Troubleshooting Steps

If your event broker remains in a synchronizing state longer than expected, perform the following steps to troubleshoot the issue:

  1. Verify network connectivity between all event brokers in the cluster.

  2. Check the DMR configuration. There may be a misconfiguration on either the local or the unreachable event broker (for example, a one-way cluster link may be configured).

  3. Verify that any unreachable event brokers exist in the network.

  4. Ensure all event brokers in the cluster are operational.

  5. Verify that all Message VPNs are properly configured on both the local and unreachable event broker (for example, DMR may be enabled on only one of the two event brokers).

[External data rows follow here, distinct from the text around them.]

/**
 * Computing on data scaled to about 1, reporting in the data's own units.
 *
 * The core's formulas hold products of up to four returns (a variance times a variance in the CAPM
 * residual variances implied by a structure, fourth moments in the HAC sums), which underflow or
 * overflow long before the returns themselves do (returns of 1e-80 have fourth moments of 1e-320).
 * So the core multiplies the data by a power of two p that brings their largest absolute value into
 * [1, 2), computes, and multiplies each result back by its unit: 1/p for a return, a mean, an alpha or
 * a standard deviation, 1/p^2 for a variance or a covariance; betas, correlations, t statistics,
 * p-values, shares and Sharpe ratios are unit-free. Multiplying by a power of two is exact, so
 * the results are those of the unscaled computation bit for bit wherever it neither underflows
 * nor overflows (docs/methods.md §29: every formula is homogeneous in the returns).
 */

import { diagnose, type Diagnostic } from "./diagnostics.js";
import type { MomentSummary } from "./identify.js";
import type { Candidate, IdentifiedBounds, Landmarks, LineFit, Maybe, SampleMoments, SeriesMoments, Solution } from "./types.js";

/** The power of two p with magnitude p in [1, 2); 1 when the magnitude is 0 or not finite. */
export function scaleFor(magnitude: number): number {
  if (!(magnitude > 0 && Number.isFinite(magnitude))) return 1;
  let exponent = Math.floor(Math.log2(magnitude));
  // log2 may round across a power of two; correct it so that the scaled magnitude is in [1, 2).
  if (2 ** exponent > magnitude) exponent--;
  else if (2 ** (exponent + 1) <= magnitude) exponent++;
  return 2 ** -exponent;
}

/** Multiplies results back into the data's units: `first` for returns and means, `second` for variances. */
export interface Units {
  readonly first: number;
  readonly second: number;
}

/** The units of results computed on data multiplied by `scale`. */
export const unitsOf = (scale: number): Units => ({ first: 1 / scale, second: 1 / (scale * scale) });

const none: Units = { first: 1, second: 1 };
export const isIdentity = (units: Units): boolean => units.first === none.first && units.second === none.second;

export function unscaleSummary(m: MomentSummary, u: Units): MomentSummary {
  return {
    weight: m.weight,
    lowMean: m.lowMean * u.first,
    highMean: m.highMean * u.first,
    lowVariance: m.lowVariance * u.second,
    highVariance: m.highVariance * u.second,
    covariance: m.covariance * u.second,
  };
}

function unscaleSeries(s: SeriesMoments, u: Units): SeriesMoments {
  return { mean: s.mean * u.first, variance: s.variance * u.second, stdev: s.stdev * u.first, sharpeRatio: s.sharpeRatio };
}

export function unscaleMoments(m: SampleMoments, u: Units): SampleMoments {
  return {
    low: unscaleSeries(m.low, u),
    high: unscaleSeries(m.high, u),
    market: unscaleSeries(m.market, u),
    covariance: {
      lowHigh: m.covariance.lowHigh * u.second,
      lowMarket: m.covariance.lowMarket * u.second,
      highMarket: m.covariance.highMarket * u.second,
    },
    correlation: m.correlation,
  };
}

export function unscaleLineFit(fit: LineFit, u: Units): LineFit {
  return {
    ...fit,
    alpha: fit.alpha * u.first,
    alphaStdErr: fit.alphaStdErr * u.first,
    residualVariance: fit.residualVariance * u.second,
    residualStdError: fit.residualStdError * u.first,
    residualSumOfSquares: fit.residualSumOfSquares * u.second,
  };
}

export function unscaleCandidate(c: Candidate, u: Units): Candidate {
  return {
    ...c,
    factorVariance: c.factorVariance * u.second,
    lowNoiseVariance: c.lowNoiseVariance * u.second,
    highNoiseVariance: c.highNoiseVariance * u.second,
    impliedCapm: {
      ...c.impliedCapm,
      lowResidualVariance: c.impliedCapm.lowResidualVariance * u.second,
      highResidualVariance: c.impliedCapm.highResidualVariance * u.second,
    },
    expectedLowAlpha: c.expectedLowAlpha * u.first,
    expectedHighAlpha: c.expectedHighAlpha * u.first,
  };
}

export function unscaleBounds(b: Maybe<IdentifiedBounds>, u: Units): Maybe<IdentifiedBounds> {
  if (b === null) return null;
  return { ...b, factorVariance: { min: b.factorVariance.min * u.second, max: b.factorVariance.max * u.second } };
}

export function unscaleLandmarks(l: Maybe<Landmarks>, u: Units): Maybe<Landmarks> {
  if (l === null) return null;
  return {
    lowNoiseFree: unscaleCandidate(l.lowNoiseFree, u),
    highNoiseFree: unscaleCandidate(l.highNoiseFree, u),
    equalNoise: unscaleCandidate(l.equalNoise, u),
    capmConsistent: unscaleCandidate(l.capmConsistent, u),
    returnImplied: l.returnImplied === null ? null : unscaleCandidate(l.returnImplied, u),
  };
}

/** A diagnostic with its numbers (and so its message) in the data's units. */
export function unscaleDiagnostic(d: Diagnostic, u: Units): Diagnostic {
  const detail = d.detail;
  switch (detail.code) {
    case "nonpositive-covariance":
      return diagnose({ ...detail, covariance: detail.covariance * u.second });
    case "market-mean-near-zero":
      return diagnose({ ...detail, marketMean: detail.marketMean * u.first });
    case "cancellation":
      return diagnose({ ...detail, value: detail.value * u.second, roundingError: detail.roundingError * u.second });
    default:
      return d;
  }
}

/** The set, grid, landmarks and diagnostics of `identifySet`, in the data's units. */
export function unscaleIdentified(
  s: Pick<Solution, "bounds" | "grid" | "landmarks" | "diagnostics">,
  u: Units,
): Pick<Solution, "bounds" | "grid" | "landmarks" | "diagnostics"> {
  if (isIdentity(u)) return s;
  return {
    bounds: unscaleBounds(s.bounds, u),
    grid: s.grid.map((c) => unscaleCandidate(c, u)),
    landmarks: unscaleLandmarks(s.landmarks, u),
    diagnostics: s.diagnostics.map((d) => unscaleDiagnostic(d, u)),
  };
}

/** A solution computed on scaled data, in the data's units. */
export function unscaleSolution(s: Solution, u: Units): Solution {
  if (isIdentity(u)) return s;
  return {
    observations: s.observations,
    weight: s.weight,
    moments: unscaleMoments(s.moments, u),
    capm: { low: unscaleLineFit(s.capm.low, u), high: unscaleLineFit(s.capm.high, u) },
    ...unscaleIdentified(s, u),
  };
}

  6. On external cluster links, check for mismatched DMR bridge configuration settings for a particular Message VPN (configuration may be missing, or an incorrect remote Message VPN may be configured).

  7. Check the cluster link status on neighboring event brokers.

  8. Verify that all gateway event brokers are correctly configured across the cluster.

  9. Ensure all required links are established.

When to Contact Support

If after following these troubleshooting steps your event broker remains unable to complete cluster synchronization:

  1. Run the gather-diagnostics command to collect system information.

  2. Note any error messages or unusual behavior.

  3. Document the steps you've already taken to resolve the issue.

  4. Contact Solace support with this information.

To display cluster link information, enter the following command:

show cluster <cluster-name-pattern> link <link-name-pattern> [detail | client-profile | queue | ssl]

Where:

<cluster-name-pattern> displays clusters matching the pattern.

<link-name-pattern> displays cluster links matching the pattern. The link pattern can be the link's full name, or part of its name with the wildcard character ? used to represent one character of the name, or the wildcard character * used to represent zero or more characters of the name. Entering only the wildcard character * for the name displays all cluster links.

detail displays detailed information for the specified link.

client-profile displays cluster link client profile information for the specified link.

queue displays cluster link queue information for the specified link.

ssl displays cluster link TLS/SSL information for the specified link.

Displaying Cluster Channel Information

To display cluster link channel information, enter the following command:

show cluster <cluster-pattern> link <link-pattern> channel message-vpn <vpn-name> [detail]

Where:

<cluster-name-pattern> displays clusters matching the pattern.

<link-name-pattern> displays cluster links matching the pattern.

<vpn-name> displays channel information for the specified Message VPN.

detail displays detailed channel information for the specified link.

Displaying Message VPN Information

To display DMR information for a particular Message VPN, enter the following command:

show message-vpn <vpn-name> dynamic-message-routing [dmr-bridge <remote-node-name-pattern>]

Where:

<vpn-name> displays DMR information for the specified Message VPN.

<remote-node-name-pattern> displays information for DMR bridges that connect to the specified remote node.